[Stored data entries]

· · · · ·

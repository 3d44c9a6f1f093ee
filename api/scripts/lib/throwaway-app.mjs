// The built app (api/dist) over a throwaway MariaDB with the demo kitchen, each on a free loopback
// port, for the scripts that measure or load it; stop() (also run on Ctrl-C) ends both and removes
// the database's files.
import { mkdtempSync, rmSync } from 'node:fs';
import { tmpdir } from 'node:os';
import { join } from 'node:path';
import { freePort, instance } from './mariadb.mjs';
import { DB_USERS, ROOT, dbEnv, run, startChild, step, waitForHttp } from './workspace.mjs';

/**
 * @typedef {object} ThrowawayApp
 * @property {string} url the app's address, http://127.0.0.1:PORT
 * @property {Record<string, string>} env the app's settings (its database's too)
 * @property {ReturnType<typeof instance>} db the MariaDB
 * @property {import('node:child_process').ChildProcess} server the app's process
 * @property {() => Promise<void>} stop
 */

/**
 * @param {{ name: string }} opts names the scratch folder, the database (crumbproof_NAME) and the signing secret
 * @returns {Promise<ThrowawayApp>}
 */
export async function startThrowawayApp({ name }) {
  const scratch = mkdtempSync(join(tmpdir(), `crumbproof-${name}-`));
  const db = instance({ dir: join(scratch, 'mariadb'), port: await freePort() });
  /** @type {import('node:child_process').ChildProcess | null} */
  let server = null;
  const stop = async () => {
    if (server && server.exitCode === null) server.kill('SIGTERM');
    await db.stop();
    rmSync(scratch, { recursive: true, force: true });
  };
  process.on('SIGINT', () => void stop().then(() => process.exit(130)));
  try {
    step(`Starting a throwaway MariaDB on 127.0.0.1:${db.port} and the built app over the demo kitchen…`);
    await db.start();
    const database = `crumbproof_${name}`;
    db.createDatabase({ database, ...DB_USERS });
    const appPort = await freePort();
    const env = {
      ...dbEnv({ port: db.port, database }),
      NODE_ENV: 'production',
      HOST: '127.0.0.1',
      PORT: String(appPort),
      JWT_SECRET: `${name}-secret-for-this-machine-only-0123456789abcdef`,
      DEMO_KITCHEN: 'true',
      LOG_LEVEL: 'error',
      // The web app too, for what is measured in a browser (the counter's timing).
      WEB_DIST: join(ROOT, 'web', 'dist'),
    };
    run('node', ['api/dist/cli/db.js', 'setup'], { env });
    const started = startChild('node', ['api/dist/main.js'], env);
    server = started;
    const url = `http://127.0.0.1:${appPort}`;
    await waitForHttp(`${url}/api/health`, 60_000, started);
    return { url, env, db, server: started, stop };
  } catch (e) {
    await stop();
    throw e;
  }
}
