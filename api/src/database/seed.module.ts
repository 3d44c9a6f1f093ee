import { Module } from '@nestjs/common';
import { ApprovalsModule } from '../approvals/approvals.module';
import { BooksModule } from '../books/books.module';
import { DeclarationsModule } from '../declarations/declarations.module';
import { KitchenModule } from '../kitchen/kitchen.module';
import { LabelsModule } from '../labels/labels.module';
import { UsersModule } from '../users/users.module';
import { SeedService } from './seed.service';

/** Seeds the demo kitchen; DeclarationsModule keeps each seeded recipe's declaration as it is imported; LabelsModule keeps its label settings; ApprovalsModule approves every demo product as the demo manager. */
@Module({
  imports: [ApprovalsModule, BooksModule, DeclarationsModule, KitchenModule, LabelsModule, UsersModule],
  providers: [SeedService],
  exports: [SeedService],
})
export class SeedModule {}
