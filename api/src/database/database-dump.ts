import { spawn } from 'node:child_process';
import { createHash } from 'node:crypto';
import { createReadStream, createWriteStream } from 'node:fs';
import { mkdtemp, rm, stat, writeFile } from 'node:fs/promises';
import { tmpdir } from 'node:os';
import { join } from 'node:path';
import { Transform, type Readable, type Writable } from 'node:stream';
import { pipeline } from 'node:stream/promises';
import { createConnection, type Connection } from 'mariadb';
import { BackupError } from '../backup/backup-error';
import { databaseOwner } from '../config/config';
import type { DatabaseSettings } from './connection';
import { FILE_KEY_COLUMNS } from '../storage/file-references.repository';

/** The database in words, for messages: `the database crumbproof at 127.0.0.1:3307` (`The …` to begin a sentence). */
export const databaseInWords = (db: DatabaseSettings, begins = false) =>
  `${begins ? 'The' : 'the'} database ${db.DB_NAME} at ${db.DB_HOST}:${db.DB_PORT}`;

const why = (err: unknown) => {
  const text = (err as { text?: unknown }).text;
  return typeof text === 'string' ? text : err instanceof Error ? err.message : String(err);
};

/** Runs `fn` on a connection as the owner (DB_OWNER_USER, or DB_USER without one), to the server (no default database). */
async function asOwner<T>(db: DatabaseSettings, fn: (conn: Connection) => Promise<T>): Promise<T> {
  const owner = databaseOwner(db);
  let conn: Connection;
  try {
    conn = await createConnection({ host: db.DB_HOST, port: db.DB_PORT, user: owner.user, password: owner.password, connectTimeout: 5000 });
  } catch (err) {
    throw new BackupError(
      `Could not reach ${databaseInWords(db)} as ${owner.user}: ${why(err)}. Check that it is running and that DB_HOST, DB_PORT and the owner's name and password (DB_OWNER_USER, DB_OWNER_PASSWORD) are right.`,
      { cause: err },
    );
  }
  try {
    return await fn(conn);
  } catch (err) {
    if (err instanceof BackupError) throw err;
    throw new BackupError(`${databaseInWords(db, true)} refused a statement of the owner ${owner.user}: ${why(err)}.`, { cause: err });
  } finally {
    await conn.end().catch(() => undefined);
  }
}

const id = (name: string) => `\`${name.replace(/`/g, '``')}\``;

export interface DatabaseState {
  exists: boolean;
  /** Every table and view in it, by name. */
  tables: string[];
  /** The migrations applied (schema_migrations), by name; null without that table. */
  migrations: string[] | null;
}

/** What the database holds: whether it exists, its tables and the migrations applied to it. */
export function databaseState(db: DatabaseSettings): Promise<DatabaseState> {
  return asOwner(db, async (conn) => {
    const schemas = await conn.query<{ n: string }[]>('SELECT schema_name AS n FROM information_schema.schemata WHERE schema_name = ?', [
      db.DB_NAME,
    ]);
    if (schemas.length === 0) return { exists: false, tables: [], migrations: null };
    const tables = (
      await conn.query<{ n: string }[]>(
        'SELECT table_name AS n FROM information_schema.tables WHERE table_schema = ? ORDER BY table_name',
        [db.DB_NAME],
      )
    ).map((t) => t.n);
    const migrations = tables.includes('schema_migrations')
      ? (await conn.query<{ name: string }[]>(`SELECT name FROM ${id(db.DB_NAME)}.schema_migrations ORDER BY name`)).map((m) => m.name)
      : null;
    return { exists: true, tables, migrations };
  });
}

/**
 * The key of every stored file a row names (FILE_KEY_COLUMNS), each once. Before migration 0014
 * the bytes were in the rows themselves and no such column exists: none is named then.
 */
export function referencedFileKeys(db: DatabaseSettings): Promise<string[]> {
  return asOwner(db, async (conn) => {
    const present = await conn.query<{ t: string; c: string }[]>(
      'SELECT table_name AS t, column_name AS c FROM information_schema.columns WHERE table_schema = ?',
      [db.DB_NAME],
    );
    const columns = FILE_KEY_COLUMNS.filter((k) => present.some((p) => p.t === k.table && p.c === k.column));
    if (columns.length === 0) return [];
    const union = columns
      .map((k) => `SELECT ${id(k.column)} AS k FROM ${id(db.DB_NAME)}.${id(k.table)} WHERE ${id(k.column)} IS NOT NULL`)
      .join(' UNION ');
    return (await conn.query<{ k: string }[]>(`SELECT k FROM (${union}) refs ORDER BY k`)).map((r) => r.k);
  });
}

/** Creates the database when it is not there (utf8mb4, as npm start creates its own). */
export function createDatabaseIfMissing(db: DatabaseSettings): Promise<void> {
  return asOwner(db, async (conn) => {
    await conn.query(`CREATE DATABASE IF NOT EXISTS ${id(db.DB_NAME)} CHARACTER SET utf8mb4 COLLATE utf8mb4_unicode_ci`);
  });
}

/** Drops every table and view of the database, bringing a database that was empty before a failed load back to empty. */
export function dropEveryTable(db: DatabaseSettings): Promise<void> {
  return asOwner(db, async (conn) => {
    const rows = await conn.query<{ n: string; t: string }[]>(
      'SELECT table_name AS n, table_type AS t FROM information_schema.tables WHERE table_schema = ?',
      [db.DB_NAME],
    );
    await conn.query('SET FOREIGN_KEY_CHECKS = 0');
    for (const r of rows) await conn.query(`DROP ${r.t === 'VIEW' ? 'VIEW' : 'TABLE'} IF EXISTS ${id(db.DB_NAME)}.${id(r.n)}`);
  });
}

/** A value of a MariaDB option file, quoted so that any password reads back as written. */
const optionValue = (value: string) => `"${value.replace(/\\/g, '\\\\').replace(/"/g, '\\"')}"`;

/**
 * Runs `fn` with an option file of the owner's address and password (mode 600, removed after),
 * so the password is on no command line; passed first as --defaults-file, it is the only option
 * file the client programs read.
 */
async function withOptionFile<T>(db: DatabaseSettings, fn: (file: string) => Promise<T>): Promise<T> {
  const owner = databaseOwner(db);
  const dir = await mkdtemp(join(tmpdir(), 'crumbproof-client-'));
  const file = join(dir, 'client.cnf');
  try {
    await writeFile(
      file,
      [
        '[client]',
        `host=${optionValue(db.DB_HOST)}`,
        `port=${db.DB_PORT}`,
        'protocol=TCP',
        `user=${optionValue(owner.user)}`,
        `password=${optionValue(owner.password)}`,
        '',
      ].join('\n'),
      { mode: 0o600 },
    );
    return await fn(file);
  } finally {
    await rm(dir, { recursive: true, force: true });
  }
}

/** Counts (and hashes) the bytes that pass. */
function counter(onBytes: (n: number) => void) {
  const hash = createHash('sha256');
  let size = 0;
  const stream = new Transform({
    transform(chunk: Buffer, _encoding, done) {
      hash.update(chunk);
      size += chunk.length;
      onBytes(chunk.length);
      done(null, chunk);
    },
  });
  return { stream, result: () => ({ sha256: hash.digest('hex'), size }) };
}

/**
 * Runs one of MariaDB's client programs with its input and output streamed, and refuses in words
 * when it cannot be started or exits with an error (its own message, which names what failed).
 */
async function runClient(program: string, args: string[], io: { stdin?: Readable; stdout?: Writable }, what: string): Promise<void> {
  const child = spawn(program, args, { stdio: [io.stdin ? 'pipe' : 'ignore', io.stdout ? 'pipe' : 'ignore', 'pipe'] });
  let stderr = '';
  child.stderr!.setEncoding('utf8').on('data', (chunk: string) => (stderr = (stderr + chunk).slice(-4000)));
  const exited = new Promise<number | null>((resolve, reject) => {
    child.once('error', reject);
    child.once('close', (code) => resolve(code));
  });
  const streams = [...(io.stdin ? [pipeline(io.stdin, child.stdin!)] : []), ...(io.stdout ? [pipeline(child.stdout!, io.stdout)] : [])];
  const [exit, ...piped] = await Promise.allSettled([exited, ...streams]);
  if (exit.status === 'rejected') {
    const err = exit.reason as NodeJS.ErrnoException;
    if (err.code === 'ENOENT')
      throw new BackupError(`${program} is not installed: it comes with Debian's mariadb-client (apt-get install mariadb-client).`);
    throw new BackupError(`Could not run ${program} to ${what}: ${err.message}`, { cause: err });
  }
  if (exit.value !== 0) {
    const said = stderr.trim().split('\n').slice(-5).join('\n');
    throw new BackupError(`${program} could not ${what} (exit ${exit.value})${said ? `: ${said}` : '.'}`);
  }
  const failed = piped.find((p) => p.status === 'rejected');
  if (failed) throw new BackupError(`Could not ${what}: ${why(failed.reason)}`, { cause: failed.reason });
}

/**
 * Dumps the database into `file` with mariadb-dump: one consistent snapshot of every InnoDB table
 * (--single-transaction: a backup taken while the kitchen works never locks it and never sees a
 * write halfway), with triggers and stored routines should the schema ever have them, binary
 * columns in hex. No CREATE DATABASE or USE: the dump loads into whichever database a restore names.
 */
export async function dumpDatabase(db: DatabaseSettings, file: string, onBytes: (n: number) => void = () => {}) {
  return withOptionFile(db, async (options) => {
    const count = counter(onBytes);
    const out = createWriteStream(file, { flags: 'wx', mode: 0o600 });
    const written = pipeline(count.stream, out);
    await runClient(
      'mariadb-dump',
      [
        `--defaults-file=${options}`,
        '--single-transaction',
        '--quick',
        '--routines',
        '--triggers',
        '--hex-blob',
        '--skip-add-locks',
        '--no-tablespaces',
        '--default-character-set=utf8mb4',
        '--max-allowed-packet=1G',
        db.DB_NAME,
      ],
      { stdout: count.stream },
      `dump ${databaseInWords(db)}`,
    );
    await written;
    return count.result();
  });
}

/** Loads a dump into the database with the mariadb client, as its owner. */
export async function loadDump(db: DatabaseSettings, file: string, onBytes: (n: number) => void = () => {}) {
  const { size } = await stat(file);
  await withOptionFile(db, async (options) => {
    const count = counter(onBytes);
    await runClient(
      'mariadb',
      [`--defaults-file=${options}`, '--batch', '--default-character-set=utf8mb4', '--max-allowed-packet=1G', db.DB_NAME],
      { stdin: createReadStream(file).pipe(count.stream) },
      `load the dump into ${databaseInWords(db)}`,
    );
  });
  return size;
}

· · · · ·

EXERCISE OBJECTIVE: Each line of the data above containing the string "tmpdir" is to be copied.

SOLUTION FOR THIS EXERCISE:
import { tmpdir } from 'node:os';
  const scratch = mkdtempSync(join(tmpdir(), `crumbproof-${name}-`));
import { tmpdir } from 'node:os';
  const dir = await mkdtemp(join(tmpdir(), 'crumbproof-client-'));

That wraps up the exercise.